──────── Records supplied ────────
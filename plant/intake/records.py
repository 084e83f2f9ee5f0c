"""A record file: one observed value a line, brought in as entries of up to ten thousand lines.

Each entry is written whole or not at all, and a line that is in the book already adds nothing; so a file that was cut
off in the middle is simply brought in again.
"""

from __future__ import annotations

import datetime as dt
import itertools
from collections.abc import Callable, Iterator
from dataclasses import dataclass, field
from pathlib import Path
from typing import Any

from django.db import transaction

from plant import clock
from plant.intake import actions, ground, judging, lines, matching, sheets, tally
from plant.ledger import canonical
from plant.ledger.models import Book
from plant.readings import models
from plant.works import actions as works_actions
from plant.works import parameters
from plant.works import queries as works

REQUIRED = ("site", "timestamp", "parameter", "value", "unit")
OPTIONAL = ("qualifier", "method", "by", "note", "sample", "statistic", "replaces")
ENTRY_LINES = 10_000
MOST_DAYS_JUDGED = 45
"""A file that touches more days than this is a history, often one of several files that only make sense together: its days
are left to the worker, or to ``review``."""

Progress = Callable[[str], None]


class NothingKept(ValueError):
    """Lines were refused and the file was to be taken whole or not at all; ``tally`` says which."""

    def __init__(self, counted: tally.Tally) -> None:
        super().__init__(f"{counted.refused} lines of {counted.file} are refused; nothing was kept")
        self.tally = counted


@dataclass(frozen=True)
class Wanted:
    """How a file is to be taken."""

    spelling: ground.Spelling = field(default_factory=ground.Spelling)
    add_sites: bool = False
    all_or_nothing: bool = False


def open_file(path: Path) -> sheets.Sheet:
    """The record file. Raises sheets.NotASheet."""
    return sheets.Sheet(path, required=REQUIRED, optional=OPTIONAL)


def look(*, book: Book, sheet: sheets.Sheet, wanted: Wanted, now: dt.datetime) -> tally.Tally:
    """What would come of the file; writes nothing."""
    new_sites = _new_sites(book, sheet, wanted, now) if wanted.add_sites else []
    reader = _Reader(book, sheet, wanted, now, extra_sites=new_sites)
    reader.tally.sites_added = new_sites
    for chunk in reader.chunks():
        recall = matching.Recall(book, [taken.reading for taken in chunk], looking=True)
        for taken in chunk:
            reader.tally.count(taken, recall.place(taken))
    return reader.tally


def bring_in(
    *,
    book: Book,
    sheet: sheets.Sheet,
    wanted: Wanted,
    by: Any,
    now: dt.datetime,
    progress: Progress = lambda text: None,
    judge: bool = True,
) -> tally.Tally:
    """Takes what can be understood, reports what can't, and judges the days touched.

    Raises sheets.NotASheet when the file turns out unreadable further down (what stood above is kept, unless it was to
    be all or nothing), and NothingKept.
    """
    if wanted.all_or_nothing:
        with transaction.atomic():
            counted = _write(book, sheet, wanted, by, now, progress)
            if counted.refused:
                raise NothingKept(counted)
    else:
        counted = _write(book, sheet, wanted, by, now, progress)
    if judge:
        judge_days(book=book, counted=counted, by=by, now=now, progress=progress)
    return counted


def judge_days(*, book: Book, counted: tally.Tally, by: Any, now: dt.datetime, progress: Progress) -> None:
    """Judges all days a file touched, a month at a time; what fails stays noted for the next sweep."""
    days = sorted(counted.days)
    if len(days) > MOST_DAYS_JUDGED:
        counted.judged = False
        return
    for first in range(0, len(days), judging.MOST_DAYS):
        if first:
            progress(f"judged {first} of {len(days)} days")
        some = days[first : first + judging.MOST_DAYS]
        found, judged = judging.at_once(book=book, key="", days=some, by=by, now=now)
        counted.findings += len(found)
        counted.judged = counted.judged and judged
    if counted.judged:
        for key, noted in counted.notes.items():
            judging.settle(key, noted, now=now)


def _write(
    book: Book,
    sheet: sheets.Sheet,
    wanted: Wanted,
    by: Any,
    now: dt.datetime,
    progress: Progress,
) -> tally.Tally:
    added = _add_sites(book, sheet, wanted, by, now) if wanted.add_sites else []
    reader = _Reader(book, sheet, wanted, now)
    reader.tally.sites_added = added
    for chunk in reader.chunks():
        _write_chunk(book, sheet, reader, chunk, by, now)
        progress(f"{reader.tally.lines} lines read, {reader.tally.added} added")
    return reader.tally


def _write_chunk(
    book: Book,
    sheet: sheets.Sheet,
    reader: _Reader,
    chunk: list[lines.Taken],
    by: Any,
    now: dt.datetime,
) -> None:
    with transaction.atomic():
        works_actions.hold(book)
        recall = matching.Recall(book, [taken.reading for taken in chunk])
        rows: list[lines.Taken] = []
        outcomes = []
        for taken in chunk:
            try:
                outcome = recall.place(taken)
            except matching.NotYetWritten:
                _append(book, sheet, reader, rows, by, now)
                recall.written()
                rows = []
                outcome = recall.place(taken)
            outcomes.append((taken, outcome))
            if outcome != matching.SAME:
                rows.append(taken)
        _append(book, sheet, reader, rows, by, now)
    for taken, outcome in outcomes:
        reader.tally.count(taken, outcome)


def _append(
    book: Book,
    sheet: sheets.Sheet,
    reader: _Reader,
    rows: list[lines.Taken],
    by: Any,
    now: dt.datetime,
) -> None:
    if not rows:
        return
    received = {
        "file": sheet.name,
        "sha256": sheet.sha256,
        "columns": list(sheet.header),
        "lines": [[taken.line, *reader.cells.pop(taken.line)] for taken in rows],
    }
    done = actions.take(
        book=book,
        client_id=f"file-{canonical.digest(received)[:59]}",
        kind="file",
        received=received,
        rows=[taken.reading for taken in rows],
        by=by,
        now=now,
        attested="file",
        judge=False,
    )
    reader.tally.days.update(done.days)
    reader.tally.notes[actions.note_key(done.entry)] = done.days


class _Reader:
    """Turns the sheet into understood lines, a chunk at a time; keeps the cells of a chunk for its entry's payload."""

    def __init__(
        self,
        book: Book,
        sheet: sheets.Sheet,
        wanted: Wanted,
        now: dt.datetime,
        extra_sites: list[str] | None = None,
    ) -> None:
        stated = works.stated(book)
        self._sheet = sheet
        self._ground = ground.Ground(
            stated, stated.calendar(now), spelling=wanted.spelling, history=history_of(book), extra_sites=extra_sites or ()
        )
        self.cells: dict[int, list[str]] = {}
        self.tally = tally.Tally(sheet.name, ignored_columns=sheet.ignored)

    def chunks(self) -> Iterator[list[lines.Taken]]:
        rows = iter(self._sheet)
        while batch := list(itertools.islice(rows, ENTRY_LINES)):
            self.cells = {}
            yield [taken for row in batch if (taken := self._read(row)) is not None]

    def _read(self, row: sheets.Row) -> lines.Taken | None:
        if not row.cells:
            return None
        self.tally.lines += 1
        if row.problem:
            self.tally.refuse(lines.Refusal(row.line, row.problem.split(";")[0], row.problem.split("expected ")[-1]))
            return None
        found = lines.read_line(typed_from(row.cells), self._ground, line=row.line)
        if isinstance(found, lines.Refusal):
            self.tally.refuse(found)
            return None
        self.cells[row.line] = list(row.cells.values())
        return found


def typed_from(cells: dict[str, str]) -> lines.Typed:
    """A line's cells, those of unknown columns left out."""
    return lines.Typed(**{name: cells[name] for name in REQUIRED + OPTIONAL if name in cells})


def history_of(book: Book) -> Callable[[str, str, dt.datetime], list[ground.Recent]]:
    """Asks the book what a series looked like before a moment, oldest first."""

    def recent(site: str, parameter: str, before: dt.datetime) -> list[ground.Recent]:
        rows = models.Reading.objects.filter(
            book=book, site=site, parameter=parameter, taken_at__lt=before, value__isnull=False, qualifier=""
        )
        newest = rows.as_known().order_by("-taken_at", "-seq", "-line").values_list("value", "typed", "marks")
        return [
            (value, "." in typed or "," in typed)
            for value, typed, doubts in reversed(list(newest[: ground.REMEMBERED]))
            if not doubts and value is not None
        ]

    return recent


def _new_sites(book: Book, sheet: sheets.Sheet, wanted: Wanted, now: dt.datetime) -> list[str]:
    """Codes in the file that nobody has stated, on lines whose parameter is one of the water's."""
    stated = works.stated(book)
    here = ground.Ground(stated, stated.calendar(now), spelling=wanted.spelling)
    known: dict[str, bool] = {}
    for row in sheet:
        if row.problem or not row.cells:
            continue
        parameter = here.parameter(row.cells["parameter"].strip(), now)
        if parameter is None or parameters.SAMPLE_POINT not in parameter.sites:
            continue
        code = here.site(row.cells["site"])
        if code and code not in known:
            known[code] = here.site_kind(code, now) is not None
    return [code for code, there in known.items() if not there]


def _add_sites(book: Book, sheet: sheets.Sheet, wanted: Wanted, by: Any, now: dt.datetime) -> list[str]:
    codes = _new_sites(book, sheet, wanted, now)
    if codes:
        works_actions.state_many(
            book=book,
            by=by,
            now=now,
            reason=f"found in {sheet.name}",
            changes=[
                works_actions.Change("sample_point", code, {"name": code, "stage": "network"}, clock.BEGINNING)
                for code in codes
            ],
        )
    return codes
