class TestHeld:
    """40 CFR 141.72(b)(2): not below 0.2 mg/L for more than 4 hours."""

    def test_exactly_four_hours_passes(self) -> None:
        assert held([(0, "0.19"), (2, "0.15"), (4, "0.20")]) == []

    def test_four_hours_and_a_minute_does_not(self) -> None:
        assert held([(0, "0.19"), (4 + 1 / 60, "0.20")]) == ["4.02 h"]

    def test_a_reading_in_between_does_not_restart_it(self) -> None:
        assert held([(0, "0.19"), (3, "0.10"), (5, "0.3")]) == ["5.00 h"]

    def test_back_at_the_limit_ends_it(self) -> None:
        assert held([(0, "0.19"), (3, "0.2"), (4, "0.19"), (7, "0.21")]) == []

    def test_not_back_yet_runs_to_now(self) -> None:
        assert held([(0, "0.1")], until=4.0) == []
        assert held([(0, "0.1")], until=4.5) == ["4.50 h"]

    def test_the_night_the_clocks_change_counts_elapsed_hours(self) -> None:
        # 01:30 CET to 05:30 CEST on 29 March 2026 is three hours, though the wall clock says four.
        zone = dt.UTC
        start, back = dt.datetime(2026, 3, 29, 0, 30, tzinfo=zone), dt.datetime(2026, 3, 29, 3, 30, tzinfo=zone)
        found = [Observed(start, Decimal("0.1")), Observed(back, Decimal("0.3"))]
        assert durations.held(found, limit=Decimal("0.2"), hours=3, low=True, until=back) == []
        assert len(durations.held(found, limit=Decimal("0.2"), hours=2.9, low=True, until=back)) == 1

    def test_held_above(self) -> None:
        found = durations.held(
            values((0, "5.1"), (6, "4.0")), limit=Decimal("5"), hours=4, low=False, until=START + dt.timedelta(days=1)
        )
        assert [item.value for item in found] == ["6.00 h"]

    def test_no_readings_no_finding(self) -> None:
        assert held([]) == []


class TestBound:
    """40 CFR 141.173(a)(2): the limit is "exceed 1 NTU"; equality passes."""

    def test_equal_is_inside(self) -> None:
        assert bounds.outside(values((0, "1.0"))[0], bounds.Bound(high=Decimal("1"))) == ""
        assert bounds.outside(values((0, "1.001"))[0], bounds.Bound(high=Decimal("1"))) == "high"
        assert bounds.outside(values((0, "0.30"))[0], bounds.Bound(low=Decimal("0.3"))) == ""

    def test_4_04_against_4_0_exceeds_raw_and_complies_rounded(self) -> None:
        # Pitfall of rounding: the usual United States convention rounds to the limit's own digits first (from memory).
        observed = values((0, "4.04"))[0]
        assert bounds.outside(observed, bounds.Bound(high=Decimal("4.0"))) == "high"
        assert bounds.outside(observed, bounds.Bound(high=Decimal("4.0"), rounds=True)) == ""
        assert bounds.outside(values((0, "4.05"))[0], bounds.Bound(high=Decimal("4.0"), rounds=True)) == "high"

    def test_decimals_are_exact_where_floats_are_not(self) -> None:
        # 0.1 + 0.2 as floats lies above 0.3.
        assert bounds.outside(values((0, "0.3"))[0], bounds.Bound(high=Decimal("0.1") + Decimal("0.2"))) == ""

    @pytest.mark.parametrize(
        ("text", "low", "high", "verdict"),
        [
            ("<0.05", "0.30", None, "low"),
            ("<0.50", "0.30", None, "open"),
            ("<0.30", "0.30", None, "low"),
            ("<0.05", None, "0.30", ""),
            ("<0.50", None, "0.30", "open"),
            (">200", None, "100", "high"),
            (">200", None, "500", "open"),
            (">200", "100", None, ""),
        ],
    )
    def test_censored_values_count_where_they_are_certain(
        self, text: str, low: str | None, high: str | None, verdict: str
    ) -> None:
        bound = bounds.Bound(Decimal(low) if low else None, Decimal(high) if high else None)
        assert bounds.outside(values((0, text))[0], bound) == verdict

    def test_censored_values_as_stated(self) -> None:
        observed = values((0, "<0.50"))[0]
        assert bounds.outside(observed, bounds.Bound(low=Decimal("0.3"), censored="half")) == "low"
        assert bounds.outside(observed, bounds.Bound(low=Decimal("0.3"), censored="as_bound")) == ""
        assert bounds.outside(observed, bounds.Bound(low=Decimal("0.3"), censored="zero")) == "low"
        with pytest.raises(ValueError, match="censored"):
            bounds.Bound(low=Decimal(1), censored="guess")

    def test_one_breach_a_side_with_the_worst(self) -> None:
        found = bounds.judge(values((0, "0.25"), (1, "0.10"), (2, "0.35")), bounds.Bound(low=Decimal("0.3")))
        assert [(item.value, item.refs) for item in found] == [("0.1", ("1.1", "1.2"))]
        assert found[0].until == START + dt.timedelta(hours=2)


class TestRounding:
    @pytest.mark.parametrize(
        ("value", "decimals", "expected"),
        [("0.25", 1, "0.3"), ("0.35", 1, "0.4"), ("2.5", 0, "3"), ("-0.25", 1, "-0.3"), ("0.2449999", 1, "0.2")],
    )
    def test_half_up_and_away_from_zero(self, value: str, decimals: int, expected: str) -> None:
        assert rounding.half_up(Decimal(value), decimals) == Decimal(expected)

    @given(st.decimals(min_value=-1000, max_value=1000, places=4), st.integers(0, 3))
    def test_never_off_by_more_than_half_a_digit(self, value: Decimal, decimals: int) -> None:
        assert abs(rounding.half_up(value, decimals) - value) <= Decimal("0.5").scaleb(-decimals)


class TestShares:
    """40 CFR 141.173(a)(1), 141.551: at least 95 % of the month's measurements, by count."""

    @pytest.mark.parametrize(("met", "of", "passes"), [(171, 180, True), (170, 180, False), (19, 20, True), (94, 99, False)])
    def test_171_of_180_passes_and_170_fails(self, met: int, of: int, passes: bool) -> None:
        assert shares.Share(met, of).at_least(95) is passes

    def test_no_measurement_is_neither(self) -> None:
        assert shares.Share(0, 0).at_least(95) is None
        assert shares.Share(0, 0).pct is None

    def test_a_value_that_cannot_be_told_does_not_count_as_met(self) -> None:
        assert shares.share_met([False, None, True]) == shares.Share(1, 3)

    def test_the_five_per_cent_rule_needs_two_months_above(self) -> None:
        # 40 CFR 141.72(b)(3)(i).
        assert shares.undetectable_breach(5.1, 5.1)
        assert not shares.undetectable_breach(5.1, 5.0)
        assert not shares.undetectable_breach(None, 9.0)

    def test_nine_days_of_excursion_pass_and_ten_do_not(self) -> None:
        # 40 CFR 141.82(g): more than nine days in six months.
        assert not shares.excursion_breach(9)
        assert shares.excursion_breach(10)

    def test_a_day_without_a_reading_carries_the_last_value(self) -> None:
        # 40 CFR 141.82(g)(3).
        assert shares.daily_values({2: [7.0, 7.4]}, [1, 2, 3]) == {1: None, 2: pytest.approx(7.2), 3: pytest.approx(7.2)}

    @pytest.mark.parametrize(
        ("method", "expected"),
        [("linear", 9.55), ("hazen", 10.0), ("weibull", 10.0), ("nearest_rank", 10.0), ("inverted_cdf", 10.0)],
    )
    def test_95th_of_one_to_ten_by_method(self, method: str, expected: float) -> None:
        assert shares.percentile(list(range(1, 11)), 95, method=method) == pytest.approx(expected)

    @pytest.mark.parametrize("method", ["linear", "hazen", "weibull", "inverted_cdf"])
    def test_methods_agree_with_numpy(self, method: str) -> None:
        import numpy

        data = [3.1, 0.2, 7.7, 5.0, 5.0, 1.9, 8.4]
        for pct in (5, 25, 50, 90, 95, 100):
            want = float(numpy.percentile(data, pct, method={"inverted_cdf": "inverted_cdf"}.get(method, method)))
            assert shares.percentile(data, pct, method=method) == pytest.approx(want)

    def test_below_the_least_count_none_is_given(self) -> None:
        assert shares.percentile([1, 2, 3], 95, method="linear", least=4) is None
        assert shares.ninetieth([1, 2, 3, 4]) is None

    def test_a_fractional_rank_is_rounded_or_interpolated_as_stated(self) -> None:
        seven = [1.0, 2.0, 3.0, 4.0, 5.0, 6.0, 7.0]
        assert shares.ninetieth(seven, method="rank_rounded") == 6.0
        assert shares.ninetieth(seven, method="rank_interpolated") == pytest.approx(6.3)

    def test_days_in_a_row(self) -> None:
        assert shares.in_a_row([5, 1, 2, 3, 9]) == 3
        assert shares.in_a_row([]) == 0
────────
Task statement — For the word "itertools", count the lines of the listing above that hold it; the number alone is the answer.

Result — 2